O dia do arranque de vendas não se ensaia. Ou aguenta, ou perde-se a digressão
Todas as datas da digressão num só painel: preços por cidade, lotação de pé e bancada sobre a planta real, bilhete nominativo contra a revenda e acerto separado por promotor local. Comissão por bilhete vendido. Sem custo de adesão nem mensalidade por data.
A digressão é uma, mas cada cidade monta-se como se fosse a primeira.
Com o ticketing clássico
- Cada data cria-se do zero, com os seus preços e a sua planta
- O arranque de vendas cai mesmo quando entram todos ao mesmo tempo
- Os bilhetes reaparecem revendidos ao triplo logo na primeira semana
- Cada promotor local acerta contas na sua folha e no seu calendário
- Os dados do público ficam na plataforma, não em sua casa
Com a plataforma de digressão
- Duplica a data, muda cidade, recinto e preços, e põe à venda
- O arranque passa por fila de espera e o sistema não cai
- Bilhete nominativo e QR dinâmico: a revenda de rua deixa de funcionar
- Cada data acerta em separado, com a sua repartição e o seu promotor
- O público da digressão fica na sua base, cidade a cidade
Da primeira data anunciada ao último acerto de contas
Uma digressão, todas as datas
Duplica uma data com toda a sua configuração e muda apenas cidade, recinto, lotação e preços. Doze cidades não podem custar doze montagens.
Um arranque que aguenta
Fila de espera e venda sob pressão para o minuto em que entram todos ao mesmo tempo. É o único momento do ano em que o sistema tem mesmo de aguentar.
Pé, bancada e pista
A planta real de cada recinto desenhada no editor de mapas: lugar numerado onde existe, lotação de pé por zonas onde não existe, e golden circle se o artista o pedir.
A revenda é sua
Bilhete nominativo e QR dinâmico contra a revenda de rua, e mercado de revenda controlada com as suas regras e a sua comissão quando uma data esgota.
Preço por cidade
Cada praça tem o seu mercado: preços diferentes por data, early bird por escalões e preços dinâmicos onde a procura o justifique.
Acerto por data
Cada concerto fecha com a sua bilheteira, os seus custos e a sua repartição com o promotor local. A digressão lê-se inteira e data a data.

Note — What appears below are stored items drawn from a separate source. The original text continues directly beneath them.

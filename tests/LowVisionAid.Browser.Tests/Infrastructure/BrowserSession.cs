namespace LowVisionAid.Browser.Tests.Infrastructure;

/// <summary>
/// One headless Debian chromium for the whole run, driven by Playwright. Never downloads a browser: if chromium
/// is missing, every browser test fails with a message saying how to install it.
/// </summary>
/// <remarks>
/// The default is Debian's <c>chromium-headless-shell</c>: the same chromium (source package and version) built as
/// the headless shell, which draws a page only when asked instead of compositing frames as the full browser's
/// headless mode does. The suite's checks (axe rules, reflow, 200 % zoom, keyboard) run in the same Blink either way;
/// the shell took the accessibility scans from 96 to 61 s and the whole suite from 5 min 9 s to 2 min 24 s
/// (docs/performance.md). Without the shell the full browser is used.
/// </remarks>
public sealed class BrowserSession : IAsyncLifetime
{
    /// <summary>The browsers tried in order unless LVA_CHROMIUM names another executable: the headless shell, then the full browser.</summary>
    public static readonly IReadOnlyList<string> DefaultExecutables = ["/usr/bin/chromium-headless-shell", "/usr/bin/chromium"];

    private static readonly string[] LaunchArgs =
    [
        "--headless", "--no-sandbox", "--disable-gpu", "--disable-quic", "--no-first-run",
        "--disable-background-networking", "--disable-component-update", "--disable-sync",
    ];

    private IPlaywright? _playwright;
    private IBrowser? _browser;

    public IBrowser Browser => _browser ?? throw new InvalidOperationException("The browser has not started.");

    public async Task InitializeAsync()
    {
        var candidates = Environment.GetEnvironmentVariable("LVA_CHROMIUM") is { Length: > 0 } configured ? [configured] : DefaultExecutables;
        var executable = candidates.FirstOrDefault(File.Exists) ?? throw new InvalidOperationException(
            $"Chromium was not found at {string.Join(" or ", candidates)}. Install Debian's package (apt-get install -y " +
            "chromium-headless-shell) or set LVA_CHROMIUM to a chromium executable. The browser tests never download a browser.");

        // Keep Playwright from looking for (or fetching) its own browser builds.
        Environment.SetEnvironmentVariable("PLAYWRIGHT_SKIP_BROWSER_DOWNLOAD", "1");
        _playwright = await Playwright.CreateAsync();
        _browser = await _playwright.Chromium.LaunchAsync(new BrowserTypeLaunchOptions
        {
            ExecutablePath = executable,
            Headless = true,
            Args = LaunchArgs,
        });
    }

    public async Task DisposeAsync()
    {
        if (_browser is not null)
        {
            await _browser.DisposeAsync();
        }

        _playwright?.Dispose();
    }

    /// <summary>
    /// A fresh context (its own cookies) with the locale and time zone pinned, so dates and numbers render the same
    /// on every machine.
    /// </summary>
    public async Task<IBrowserContext> NewContextAsync(Uri baseAddress, int width = 1280, int height = 900, float scale = 1)
    {
        var context = await Browser.NewContextAsync(new BrowserNewContextOptions
        {
            BaseURL = baseAddress.ToString(),
            Locale = "en-GB",
            TimezoneId = "Europe/London",
            ViewportSize = new ViewportSize { Width = width, Height = height },
            DeviceScaleFactor = scale,
            ReducedMotion = ReducedMotion.Reduce,
        });
        context.SetDefaultTimeout(15_000);
        return context;
    }
}

[CollectionDefinition(Name)]
public sealed class BrowserTestGroup : ICollectionFixture<BrowserSession>, ICollectionFixture<AppServer>
{
    /// <summary>Every browser test class joins this collection, so they share one chromium and one app server and run one at a time.</summary>
    public const string Name = "Browser";
}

Uma digressão são doze cidades e um só arranque de vendas. Não doze sistemas.
O público da digressão é seu, não da plataforma que a vendeu
Um promotor monta a digressão, arrisca o cachet e paga a publicidade; e quando termina, quem fica com a lista de quem comprou é a plataforma de bilhética. Aqui não: cada comprador de cada cidade entra na sua base, com o seu consentimento e o seu histórico. A digressão seguinte do mesmo artista não começa do zero em publicidade, começa por avisar os doze mil que já lá estiveram.

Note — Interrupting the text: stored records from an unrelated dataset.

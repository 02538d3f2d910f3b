namespace LowVisionAid.Browser.Tests.Infrastructure;

/// <summary>
/// One headless Debian chromium for the whole run, driven by Playwright. Never downloads a browser: if chromium
/// is missing, every browser test fails with a message saying how to install it.
/// </summary>
public sealed class BrowserSession : IAsyncLifetime
{
    /// <summary>The browser used unless LVA_CHROMIUM names another executable.</summary>
    public const string DefaultExecutable = "/usr/bin/chromium";

    private static readonly string[] LaunchArgs =
    [
        "--headless", "--no-sandbox", "--disable-gpu", "--disable-quic", "--no-first-run",
        "--disable-background-networking", "--disable-component-update", "--disable-sync",
    ];

    private IPlaywright? _playwright;
    private IBrowser? _browser;

    public IBrowser Browser => _browser ?? throw new InvalidOperationException("The browser has not started.");

    public async Task InitializeAsync()
    {
        var executable = Environment.GetEnvironmentVariable("LVA_CHROMIUM") is { Length: > 0 } configured ? configured : DefaultExecutable;
        if (!File.Exists(executable))
        {
            throw new InvalidOperationException(
                $"Chromium was not found at {executable}. Install Debian's package (apt-get install -y chromium) or set " +
                "LVA_CHROMIUM to a chromium executable. The browser tests never download a browser.");
        }

        // Keep Playwright from looking for (or fetching) its own browser builds.
        Environment.SetEnvironmentVariable("PLAYWRIGHT_SKIP_BROWSER_DOWNLOAD", "1");
        _playwright = await Playwright.CreateAsync();
        _browser = await _playwright.Chromium.LaunchAsync(new BrowserTypeLaunchOptions
        {
            ExecutablePath = executable,
            Headless = true,
            Args = LaunchArgs,
        });
    }

    public async Task DisposeAsync()
    {
        if (_browser is not null)
        {
            await _browser.DisposeAsync();
        }

        _playwright?.Dispose();
    }

    /// <summary>
    /// A fresh context (its own cookies) with the locale and time zone pinned, so dates and numbers render the same
    /// on every machine.
    /// </summary>
    public async Task<IBrowserContext> NewContextAsync(Uri baseAddress, int width = 1280, int height = 900, float scale = 1)
    {
        var context = await Browser.NewContextAsync(new BrowserNewContextOptions
        {
            BaseURL = baseAddress.ToString(),
            Locale = "en-GB",
            TimezoneId = "Europe/London",
            ViewportSize = new ViewportSize { Width = width, Height = height },
            DeviceScaleFactor = scale,
            ReducedMotion = ReducedMotion.Reduce,
        });
        context.SetDefaultTimeout(15_000);
        return context;
    }
}

[CollectionDefinition(Name)]
public sealed class BrowserTestGroup : ICollectionFixture<BrowserSession>, ICollectionFixture<AppServer>
{
    /// <summary>Every browser test class joins this collection, so they share one chromium and one app server and run one at a time.</summary>
    public const string Name = "Browser";
}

A digressão inteira num só sistema
Do anúncio nas redes ao fecho da última data.
O que nos perguntam os promotores de concertos
Aguenta um arranque de vendas com milhares de pessoas ao mesmo tempo?+
É para isso que existe a fila de espera: o público entra por ordem em vez de bater todos no mesmo segundo. É o cenário que mais testamos, porque é o que decide a digressão.
Posso ter preços diferentes em cada cidade?+
Sim. Cada data tem os seus preços, os seus escalões de early bird e a sua lotação, mesmo partilhando a configuração da digressão. E onde interessar, preços dinâmicos por procura.

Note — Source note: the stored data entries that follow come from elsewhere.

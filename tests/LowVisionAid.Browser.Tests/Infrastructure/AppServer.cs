using System.Net;
using LowVisionAid.TestSupport;
using Microsoft.AspNetCore.Hosting;
using Microsoft.AspNetCore.Hosting.Server;
using Microsoft.AspNetCore.Hosting.Server.Features;
using Microsoft.Extensions.DependencyInjection;

namespace LowVisionAid.Browser.Tests.Infrastructure;

/// <summary>
/// The app on real Kestrel at 127.0.0.1 on a free port, with its own data folder (its own SQLite file, copied from
/// the migrated template) and the demo clinic. One per collection: every class in <see cref="BrowserTestGroup"/>
/// shares it, so each test makes records with codes of its own and never changes the demo clinic's. A class that
/// still declares <c>IClassFixture&lt;AppServer&gt;</c> gets a server of its own.
/// </summary>
public sealed class AppServer : ClinicHost
{
    private Uri? _baseAddress;

    public AppServer()
    {
        // Not Development: the friendly error pages are what a clinic sees, so they are what we test.
        EnvironmentName = "Testing";
        LoadDemo = true;
        // Tells Program.cs an address is configured, so it does not claim the default port 5080.
        Settings = new Dictionary<string, string?> { ["urls"] = "http://127.0.0.1:0" };
        UseKestrel(options => options.Listen(IPAddress.Loopback, 0));
    }

    /// <summary>The address the browser should open, e.g. http://127.0.0.1:41234/.</summary>
    public Uri BaseAddress
    {
        get
        {
            if (_baseAddress is null)
            {
                StartServer();
                var addresses = Services.GetRequiredService<IServer>().Features.Get<IServerAddressesFeature>()!.Addresses;
                _baseAddress = new Uri(addresses.First(a => a.StartsWith("http://127.0.0.1:", StringComparison.Ordinal)) + "/");
            }

            return _baseAddress;
        }
    }

    /// <summary>An absolute address on this server.</summary>
    public Uri Url(string relative) => new(BaseAddress, relative.TrimStart('/'));

    protected override void ConfigureWebHost(IWebHostBuilder builder)
    {
        ArgumentNullException.ThrowIfNull(builder);
        base.ConfigureWebHost(builder);
        builder.ConfigureServices(services => services.AddSingleton<IStartupFilter, FaultInjection>());
    }
}
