namespace LowVisionAid.Browser.Tests.Infrastructure;

/// <summary>
/// A browser test: a fresh browser context (own cookies, pinned locale and time zone) on the collection's server.
/// Concrete classes carry <c>[Collection(BrowserTestGroup.Name)]</c> and <c>[Trait("Category", "Browser")]</c>.
/// When the test fails, the page of its last named step (<see cref="Artifacts.ScreenshotAsync"/>) is saved.
/// </summary>
public abstract class BrowserTest(BrowserSession browser, AppServer app) : IAsyncLifetime
{
    private readonly List<IBrowserContext> _extraContexts = [];
    private IBrowserContext? _context;
    private IPage? _page;
    private int _failuresBefore;

    protected BrowserSession Browser { get; } = browser;

    protected AppServer App { get; } = app;

    protected IBrowserContext Context => _context ?? throw new InvalidOperationException("Not initialised.");

    protected IPage Page => _page ?? throw new InvalidOperationException("Not initialised.");

    public async Task InitializeAsync()
    {
        Artifacts.StartTest();
        _failuresBefore = FailureWatch.Count;
        _context = await Browser.NewContextAsync(App.BaseAddress);
        _page = await _context.NewPageAsync();
    }

    public async Task DisposeAsync()
    {
        if (FailureWatch.Count > _failuresBefore)
        {
            await Artifacts.CaptureFailureAsync(_page, GetType().Name);
        }

        foreach (var context in _extraContexts)
        {
            await context.DisposeAsync();
        }

        if (_context is not null)
        {
            await _context.DisposeAsync();
        }
    }

    /// <summary>A separate context with its own window size and pixel ratio (for reflow and zoom checks), closed after the test.</summary>
    protected async Task<IPage> NewPageAsync(int width, int height, float scale = 1, bool highContrast = false, bool largeText = false)
    {
        var context = await Browser.NewContextAsync(App.BaseAddress, width, height, scale);
        _extraContexts.Add(context);
        await SitePages.UseDisplayAsync(context, App.BaseAddress, highContrast, largeText);
        return await context.NewPageAsync();
    }
}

Como travam a revenda especulativa?+
Bilhete nominativo e QR dinâmico, que expira e se regenera, por isso uma captura de ecrã revendida não entra. E se quiser que a revenda exista, que seja a sua: mercado controlado com as suas regras, o seu preço máximo e a sua comissão.
Serve para recintos sem lugar numerado?+
Sim. A lotação de pé gere-se por zonas com a sua capacidade, e combina-se com bancada numerada no mesmo recinto quando existe.
Como se acerta com o promotor local de cada cidade?+
Cada data é a sua própria unidade económica: bilheteira, custos e repartição. Fecha-se por concerto e vê-se agregada ao nível da digressão.